Правитель бесконечна века!
Кого Ты помнишь! человека.
Его днесь век, как тень преходит:
Все дни его есть суета.
Как ветер пыль в ничто преводит,
Так гибнет наша красота.
Кого Ты, Творче, вспоминаешь!
Какой Ты прах днесь прославляешь!
 
   Вот Тредиаковский, в самое сердце пораженный мыслью об абсолютной ничтожности и слабости человека перед творцом:
 
Но смотря мою на подлость
И на то, что бедн и мал,
Прочих видя верьх и годность,
Что ж их жребий не избрал,
Вышнего судьбе дивлюся,
Так глася, в себе стыжуся:
Боже! кто я, нища тварь?
От кого ж и порожденный?
Пастухом определенный!
Как? О! как могу быть Царь?
 
   И вот Ломоносов, озабоченный не хрупкостью живой красоты или «подлостью», «бедностью», «малостью» человека, а именно суетностью и тщетой жизни, в которой отсутствует смысл и нет даже малейшего поползновения к его отысканию, в которой все однообразно и пусто:
 
О Боже, что есть человек,
Что ты ему себя являешь,
И как его ты почитаешь,
Которого толь краток век?
Он утро, вечер, ночь и день
Во тщетных помыслах проводит;
И так вся жизнь его проходит,
Подобно как пустая тень.
 
   Но главное отличие Ломоносова от его соперников заключается в том, что он не включает своего героя в число людей, проводящих жизнь «во тщетных помыслах», как это делают Сумароков («гибнет наша красота») и Тредиаковский («Боже! кто я нища тварь?»). Он собеседует, а не простирается ниц. Он свободнее и как поэт и как человек. Впрочем, здесь Ломоносов точно следует подлиннику.

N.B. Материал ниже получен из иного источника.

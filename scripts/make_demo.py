"""Write the demo archive into ``records/``: finished, running and planned tests of an invented shop.

All of it is INVENTED DEMO DATA. "Brindlewick Home" (candles, linens and tableware, shipping in Europe), its
teams, the people named by initials, the tests, texts, links and every number are fictional, made up to show what
the archive does. No record describes a real company, person or experiment.

The results are simulated from known true effects, so that analyses of the archive can be checked against the
truth: every variant's true effect on conversion is a log risk ratio drawn as ``mean + tau * normal`` for the
test's first theme (``TRUE_EFFECTS``, also returned by :func:`true_effects`). Three tests are built on purpose
with a fixed effect instead of a draw: two whose effect differs by device (``DEVICE_EFFECTS``) and one whose arms
received different device mixes (``MIX_SHIFT``). Three tests carry a sample ratio mismatch whose lost visitors
bias the variant upwards (``SRM_SPLIT``). :func:`build_archive` returns every test with its true effects.

The numbers come from a numpy Generator seeded with ``SEED`` (texts use a second, separate stream), so running

    python scripts/make_demo.py

twice gives byte-identical files. The script deletes and rewrites only files it wrote itself: records that begin
with ``HEADER`` and the orders files those records name.
"""

from __future__ import annotations

import datetime as dt
import math
from collections import Counter
from dataclasses import dataclass, field
from pathlib import Path
from statistics import NormalDist
from typing import Any

import numpy as np
import yaml

SEED = 20261202
RECORDS = Path(__file__).resolve().parent.parent / "records"
HEADER = "# Invented demo data for the fictional shop Brindlewick Home, written by scripts/make_demo.py.\n"

#: theme -> (mean true log risk ratio of conversion, spread tau between tests), both on the log scale
TRUE_EFFECTS: dict[str, tuple[float, float]] = {
    "social-proof": (0.020, 0.025),
    "urgency": (-0.010, 0.030),
    "shipping-cost": (0.035, 0.030),
    "trust-signals": (0.010, 0.020),
    "product-imagery": (0.015, 0.025),
    "navigation": (0.000, 0.020),
    "checkout-friction": (0.030, 0.025),
    "pricing-display": (0.005, 0.025),
    "personalisation": (0.015, 0.030),
    "copywriting": (0.000, 0.015),
}

#: tests (by idea slug) whose variant's true log risk ratio is set per device instead of drawn
DEVICE_EFFECTS: dict[str, dict[str, float]] = {
    "larger-gallery": {"desktop": math.log(1.07), "mobile": math.log(0.94), "tablet": math.log(1.02)},
    "express-pay-basket": {"desktop": math.log(0.99), "mobile": math.log(1.09), "tablet": math.log(1.02)},
}

#: a test whose variant truly helps on every device but received far more mobile traffic than control
MIX_SHIFT: dict[str, dict[str, Any]] = {
    "mega-menu-by-room": {"effect": math.log(1.05), "mobile_share": {"control": 0.52, "rooms-menu": 0.78}},
}

#: control / variant shares actually assigned in the three tests with a redirect bug (planned 50/50)
SRM_SPLIT = (0.515, 0.485)

BASELINE = {  # conversion of a visitor to the page area
    "home": 0.018,
    "search": 0.032,
    "category-page": 0.026,
    "product-page": 0.038,
    "basket": 0.052,
    "checkout": 0.058,
}
DAILY_VISITORS = {
    "home": 9000,
    "search": 3500,
    "category-page": 7000,
    "product-page": 9000,
    "basket": 3000,
    "checkout": 2200,
}
#: device -> (share of visitors, conversion factor, order value factor)
DEVICES = {"desktop": (0.34, 1.35, 1.08), "mobile": (0.59, 0.82, 0.95), "tablet": (0.07, 1.05, 1.00)}
#: traffic source -> (share of visitors, conversion factor)
SOURCES = {
    "organic": (0.36, 1.00),
    "paid-search": (0.25, 0.85),
    "email": (0.12, 1.70),
    "social": (0.09, 0.50),
    "direct": (0.18, 1.25),
}
ORDER_VALUE_SIGMA = 0.62  # of the log order value
REPEAT_ORDER_P = 0.93  # orders per converting visitor ~ geometric(p): 7% order more than once
FIRST_DAY, LAST_DAY = dt.date(2023, 1, 9), dt.date(2025, 10, 13)  # range of start dates of first rounds

OWNERS = {
    "home": ["growth team", "Ines K."],
    "search": ["discovery team", "Lotte B."],
    "category-page": ["discovery team", "Maren O."],
    "product-page": ["product-page squad", "Tomasz W.", "Joost V."],
    "basket": ["checkout squad", "Aurélie D."],
    "checkout": ["checkout squad", "Piotr S."],
}

# --- what was tested ------------------------------------------------------------------------------------
# at: [theme, page area, slug]; saw/change fill the hypothesis; now describes control; arms the variants.
# Optional: also (more themes), special, followup, start (pinned), n (target visitors per arm), aov (log
# shift of order value per arm), extremes (large orders in EUR per arm), device_note, status.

   Но далее, когда речь заходит о врагах героя (и его «народа святого»), Ломоносов позволяет себе нечто такое, такую творческую дерзость, что просто диву даешься, а духовное пространство, отделяющее его от Сумарокова и Тредиаковского, становится огромным, просто непреодолимым для них. Вот герой призывает «зиждителеву власть» на землю, чтобы сокрушить врагов:
 
Склони, Зиждитель, небеса,
Коснись горам, и воздымятся,
Да паки на земли явятся
Твои ужасны чудеса.
 
 
И молнией твоей блесни,
Рази от стран гремящих стрелы,
Рассыпь врагов твоих пределы,
Как бурей, плевы разжени.
 
   Здесь Ломоносов позволил себе, казалось бы, незначительный, почти незаметный отход от подлинника. Но как значительны последствия! Ведь в подлиннике стоит: их («смети их»), — библейский герой просит отметить врагам, наносящим обиду и вред ему (Сумароков и Тредиаковский так и перелагают). Ломоносовский герой прямо называет тех, с кем он борется, врагами самого зиждителя: это твои враги, я веду с ними смертельную борьбу; ты должен вступиться, ибо, хоть я и родствен тебе своею нравственной и духовной природой, во мне бьется человеческое сердце, оно может не выдержать, жизни моей может не хватить, чтобы победить зло. «Простри длань», «Спаси меня», — говоря это, я не своего прошу, но твое отстаиваю; мне не защита, а правда нужна.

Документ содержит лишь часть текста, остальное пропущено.